WORK TASK: Begin at the line below that contains "expect(signIn.ip).toBeTruthy();" and write out every line from there to the end of the entries, exactly.

##########

import { describe, expect, it } from "vitest";
import { db } from "@/db/client";
import { memberships } from "@/db/schema";
import { createApiToken } from "@/lib/api-tokens";
import { appUrl, Client } from "../helpers/http";
import { newLead, testPassword } from "../helpers/people";

const plan = { name: "CSRF probe", waypoints: [{ name: "a", lat: 1, lon: 1 }, { name: "b", lat: 1.001, lon: 1 }] };

async function signedIn(label: string) {
  const lead = await newLead(label);
  const client = new Client();
  expect(await client.signIn(lead.email, testPassword)).toBeNull();
  return { ...lead, client };
}

describe("CSRF on cookie-authenticated API writes (ASVS V4.2.2, V13.2.3)", () => {
  it("refuses a cross-origin POST that carries the session cookie", async () => {
    const { client } = await signedIn("csrf-cross");
    const res = await client.request("/api/route-plans", { method: "POST", json: plan, headers: { origin: "https://evil.example" } });
    expect(res.status).toBe(403);
    expect((await res.json()).error.code).toBe("csrf");
  });

  it("refuses a cookie POST whose fetch metadata or Referer names another site", async () => {
    const { client } = await signedIn("csrf-meta");
    expect((await client.request("/api/route-plans", { method: "POST", json: plan, headers: { "sec-fetch-site": "cross-site" } })).status).toBe(403);
    expect((await client.request("/api/route-plans", { method: "POST", json: plan, headers: { referer: "https://evil.example/x" } })).status).toBe(403);
  });

  it("lets the same request through with the app's own Origin", async () => {
    const { client } = await signedIn("csrf-same");
    const res = await client.request("/api/route-plans", { method: "POST", json: plan, headers: { origin: new URL(appUrl).origin } });
    expect(res.status).toBe(201);
  });

  it("exempts a Bearer-token POST without Origin (no ambient credential)", async () => {
    const { actor } = await newLead("csrf-bearer");
    const { token } = await createApiToken(actor, "script");
    const res = await new Client(token).post("/api/route-plans", plan);
    expect(res.status).toBe(201);
  });
});

describe("security headers (ASVS V14.4)", () => {
  function expectCommon(res: Response) {
    const csp = res.headers.get("content-security-policy") ?? "";
    // ASVS V14.4.3 / V14.4.7
    expect(csp).toContain("frame-ancestors 'none'");
    expect(csp).toContain("default-src 'self'");
    expect(csp).toContain("object-src 'none'");
    expect(csp).toContain("base-uri 'self'");
    expect(csp).toContain("form-action 'self'");
    expect(res.headers.get("x-content-type-options")).toBe("nosniff"); // V14.4.4
    expect(res.headers.get("permissions-policy")).toBe("camera=(), microphone=(), geolocation=()");
    // The test server runs on http, so no HSTS (V14.4.5 applies over https only).
    expect(res.headers.get("strict-transport-security")).toBeNull();
    return csp;
  }

  it("are on a page, with a per-request nonce that Next puts on its scripts", async () => {
    const res = await new Client().get("/sign-in");
    expect(res.status).toBe(200);
    const csp = expectCommon(res);
    expect(res.headers.get("referrer-policy")).toBe("strict-origin-when-cross-origin"); // V14.4.6
    const nonce = /'nonce-([^']+)'/.exec(csp)?.[1];
    expect(nonce).toBeTruthy();
    expect(csp).not.toMatch(/script-src[^;]*'unsafe-inline'/);
    const html = await res.text();
    expect(html).toContain(`nonce="${nonce}"`);
    const again = (await new Client().get("/sign-in")).headers.get("content-security-policy");
    expect(again).not.toBe(csp);
  });

  it("are on an API answer", async () => {
    const res = await new Client().get("/api/me");
    expect(res.status).toBe(401);
    expectCommon(res);
    expect(res.headers.get("referrer-policy")).toBe("strict-origin-when-cross-origin");
  });

  it("keep no-referrer on a shared debrief", async () => {
    const res = await new Client().get("/share/not-a-real-token");
    expect(res.headers.get("referrer-policy")).toBe("no-referrer");
    expectCommon(res);
  });
});

describe("the crew's audit log (ASVS V7.1.3, V7.2.1, V7.3.3)", () => {
  it("shows a lead sign-ins and failed sign-ins of members, newest first, with the actor's name", async () => {
    const { client, crewId, email } = await signedIn("audit-lead");
    expect(await new Client().signIn(email, "wrong password entirely")).not.toBeNull();
    const res = await client.get(`/api/crews/${crewId}/audit`);
    expect(res.status).toBe(200);
    const body = (await res.json()) as { entries: { action: string; actorName: string | null; ip: string | null; createdAt: string }[]; total: number; pages: number };
    const actions = body.entries.map((e) => e.action);
    expect(actions).toContain("sign-in");
    expect(actions).toContain("sign-in.failed");
    expect(actions).toContain("user.sign-up");
    const signIn = body.entries.find((e) => e.action === "sign-in")!;
    expect(signIn.actorName).toBe("audit-lead lead");
    expect(signIn.ip).toBeTruthy();
    const times = body.entries.map((e) => Date.parse(e.createdAt));
    expect([...times].sort((a, b) => b - a)).toEqual(times);

    const filtered = (await (await client.get(`/api/crews/${crewId}/audit?action=sign-in.failed`)).json()) as typeof body;
    expect(filtered.entries.length).toBeGreaterThan(0);
    expect(filtered.entries.every((e) => e.action === "sign-in.failed")).toBe(true);

    const page = await client.get("/crew/audit");
    expect(page.status).toBe(200);
    expect(await page.text()).toContain("sign-in.failed");
  });

  it("is hidden from pilots and from other crews", async () => {
    const lead = await newLead("audit-owner");
    const pilot = await signedIn("audit-pilot");
    await db().insert(memberships).values({ crewId: lead.crewId, userId: pilot.userId, role: "pilot" });
    expect((await pilot.client.get(`/api/crews/${lead.crewId}/audit`)).status).toBe(403);
    const outsider = await signedIn("audit-outsider");
    expect((await outsider.client.get(`/api/crews/${lead.crewId}/audit`)).status).toBe(404);
    // With no crew cookie the first crew by name is active: "audit-owner crew", where they are a pilot.
    const page = await pilot.client.get("/crew/audit");
    expect(page.status).toBe(404);
  });
});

##########

EXPECTED ANSWER:
    expect(signIn.ip).toBeTruthy();
    const times = body.entries.map((e) => Date.parse(e.createdAt));
    expect([...times].sort((a, b) => b - a)).toEqual(times);

    const filtered = (await (await client.get(`/api/crews/${crewId}/audit?action=sign-in.failed`)).json()) as typeof body;
    expect(filtered.entries.length).toBeGreaterThan(0);
    expect(filtered.entries.every((e) => e.action === "sign-in.failed")).toBe(true);

    const page = await client.get("/crew/audit");
    expect(page.status).toBe(200);
    expect(await page.text()).toContain("sign-in.failed");
  });

  it("is hidden from pilots and from other crews", async () => {
    const lead = await newLead("audit-owner");
    const pilot = await signedIn("audit-pilot");
    await db().insert(memberships).values({ crewId: lead.crewId, userId: pilot.userId, role: "pilot" });
    expect((await pilot.client.get(`/api/crews/${lead.crewId}/audit`)).status).toBe(403);
    const outsider = await signedIn("audit-outsider");
    expect((await outsider.client.get(`/api/crews/${lead.crewId}/audit`)).status).toBe(404);
    // With no crew cookie the first crew by name is active: "audit-owner crew", where they are a pilot.
    const page = await pilot.client.get("/crew/audit");
    expect(page.status).toBe(404);
  });
});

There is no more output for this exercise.